= Task objective =
In the data below, the answer is the run of lines from the line containing "expect(facts.names.length, facts.formula).toBeGreaterThan(0);" through the line containing "const pH = pHOf(solution, model);", both included; print it exactly and nothing else.

= Saved entries =
::::::::

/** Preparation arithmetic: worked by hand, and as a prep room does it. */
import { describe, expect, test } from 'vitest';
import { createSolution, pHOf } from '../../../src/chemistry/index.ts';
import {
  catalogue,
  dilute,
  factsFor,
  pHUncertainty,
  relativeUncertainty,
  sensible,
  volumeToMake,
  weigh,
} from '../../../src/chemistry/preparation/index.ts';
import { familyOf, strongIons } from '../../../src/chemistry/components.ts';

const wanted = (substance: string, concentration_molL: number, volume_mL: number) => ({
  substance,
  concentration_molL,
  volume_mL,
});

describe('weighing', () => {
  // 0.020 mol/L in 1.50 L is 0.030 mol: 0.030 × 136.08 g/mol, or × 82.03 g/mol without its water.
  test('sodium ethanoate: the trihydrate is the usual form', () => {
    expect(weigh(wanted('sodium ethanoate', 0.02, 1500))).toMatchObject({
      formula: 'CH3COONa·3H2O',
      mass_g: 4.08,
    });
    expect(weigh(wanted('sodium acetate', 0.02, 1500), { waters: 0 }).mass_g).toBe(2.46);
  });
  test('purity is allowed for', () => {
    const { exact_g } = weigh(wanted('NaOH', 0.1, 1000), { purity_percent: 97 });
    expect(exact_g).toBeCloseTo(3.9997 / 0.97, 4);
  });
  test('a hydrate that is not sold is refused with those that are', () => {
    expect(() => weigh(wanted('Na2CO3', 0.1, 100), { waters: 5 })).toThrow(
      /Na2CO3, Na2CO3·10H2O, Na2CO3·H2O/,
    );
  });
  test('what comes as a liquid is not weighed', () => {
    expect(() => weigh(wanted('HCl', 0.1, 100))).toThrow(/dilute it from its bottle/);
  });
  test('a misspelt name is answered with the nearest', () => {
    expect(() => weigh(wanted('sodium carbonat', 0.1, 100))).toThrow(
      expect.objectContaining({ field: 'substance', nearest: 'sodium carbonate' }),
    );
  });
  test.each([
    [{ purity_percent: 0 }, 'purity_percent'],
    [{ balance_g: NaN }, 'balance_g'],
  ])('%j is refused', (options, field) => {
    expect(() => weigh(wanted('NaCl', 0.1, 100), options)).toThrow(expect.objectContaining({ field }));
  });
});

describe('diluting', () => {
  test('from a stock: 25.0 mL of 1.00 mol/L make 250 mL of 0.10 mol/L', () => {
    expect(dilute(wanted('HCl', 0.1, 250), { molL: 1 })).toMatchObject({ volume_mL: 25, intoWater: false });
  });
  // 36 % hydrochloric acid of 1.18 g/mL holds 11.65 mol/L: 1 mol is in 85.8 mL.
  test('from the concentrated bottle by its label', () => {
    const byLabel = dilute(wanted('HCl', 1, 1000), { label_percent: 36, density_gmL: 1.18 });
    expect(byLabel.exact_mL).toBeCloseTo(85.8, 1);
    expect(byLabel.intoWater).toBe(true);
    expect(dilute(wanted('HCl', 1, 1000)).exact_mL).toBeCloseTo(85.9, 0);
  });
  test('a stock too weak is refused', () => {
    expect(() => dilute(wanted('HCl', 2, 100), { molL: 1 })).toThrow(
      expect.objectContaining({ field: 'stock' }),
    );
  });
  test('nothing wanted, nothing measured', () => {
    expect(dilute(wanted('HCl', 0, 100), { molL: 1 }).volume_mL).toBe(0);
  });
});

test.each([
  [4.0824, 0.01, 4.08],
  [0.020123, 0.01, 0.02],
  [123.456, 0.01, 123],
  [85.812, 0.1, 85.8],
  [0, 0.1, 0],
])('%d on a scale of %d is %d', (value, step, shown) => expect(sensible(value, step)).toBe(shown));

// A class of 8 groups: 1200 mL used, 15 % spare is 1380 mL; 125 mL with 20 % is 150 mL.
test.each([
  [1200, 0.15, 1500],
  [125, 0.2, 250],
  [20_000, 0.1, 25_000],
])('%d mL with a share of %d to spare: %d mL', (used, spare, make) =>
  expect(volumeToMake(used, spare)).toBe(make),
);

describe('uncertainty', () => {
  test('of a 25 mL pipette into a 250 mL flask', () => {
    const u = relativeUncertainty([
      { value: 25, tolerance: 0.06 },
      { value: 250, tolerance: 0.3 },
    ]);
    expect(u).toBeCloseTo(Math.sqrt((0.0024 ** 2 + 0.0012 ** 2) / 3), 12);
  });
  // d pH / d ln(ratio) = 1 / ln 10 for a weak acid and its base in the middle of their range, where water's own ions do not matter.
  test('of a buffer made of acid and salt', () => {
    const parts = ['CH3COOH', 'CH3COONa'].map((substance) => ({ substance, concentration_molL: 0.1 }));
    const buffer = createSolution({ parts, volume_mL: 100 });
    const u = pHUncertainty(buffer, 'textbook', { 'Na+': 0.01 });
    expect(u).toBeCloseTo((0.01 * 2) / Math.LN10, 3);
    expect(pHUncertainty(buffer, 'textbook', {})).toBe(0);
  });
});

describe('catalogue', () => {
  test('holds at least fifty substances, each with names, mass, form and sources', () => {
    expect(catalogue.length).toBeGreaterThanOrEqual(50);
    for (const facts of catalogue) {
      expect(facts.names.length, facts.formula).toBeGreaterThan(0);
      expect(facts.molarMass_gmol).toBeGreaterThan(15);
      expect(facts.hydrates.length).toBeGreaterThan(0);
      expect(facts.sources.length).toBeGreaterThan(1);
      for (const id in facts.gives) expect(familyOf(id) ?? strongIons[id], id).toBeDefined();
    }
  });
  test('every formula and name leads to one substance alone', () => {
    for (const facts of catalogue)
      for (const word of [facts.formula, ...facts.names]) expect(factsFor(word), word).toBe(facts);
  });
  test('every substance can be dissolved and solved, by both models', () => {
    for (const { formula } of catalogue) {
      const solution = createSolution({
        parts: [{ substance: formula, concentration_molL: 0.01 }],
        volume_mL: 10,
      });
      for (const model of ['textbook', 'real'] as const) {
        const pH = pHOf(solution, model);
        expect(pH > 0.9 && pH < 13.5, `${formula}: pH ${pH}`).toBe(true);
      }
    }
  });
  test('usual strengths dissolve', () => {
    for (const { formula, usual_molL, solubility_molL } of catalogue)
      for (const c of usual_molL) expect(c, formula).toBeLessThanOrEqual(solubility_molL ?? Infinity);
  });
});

::::::::

= Result =
      expect(facts.names.length, facts.formula).toBeGreaterThan(0);
      expect(facts.molarMass_gmol).toBeGreaterThan(15);
      expect(facts.hydrates.length).toBeGreaterThan(0);
      expect(facts.sources.length).toBeGreaterThan(1);
      for (const id in facts.gives) expect(familyOf(id) ?? strongIons[id], id).toBeDefined();
    }
  });
  test('every formula and name leads to one substance alone', () => {
    for (const facts of catalogue)
      for (const word of [facts.formula, ...facts.names]) expect(factsFor(word), word).toBe(facts);
  });
  test('every substance can be dissolved and solved, by both models', () => {
    for (const { formula } of catalogue) {
      const solution = createSolution({
        parts: [{ substance: formula, concentration_molL: 0.01 }],
        volume_mL: 10,
      });
      for (const model of ['textbook', 'real'] as const) {
        const pH = pHOf(solution, model);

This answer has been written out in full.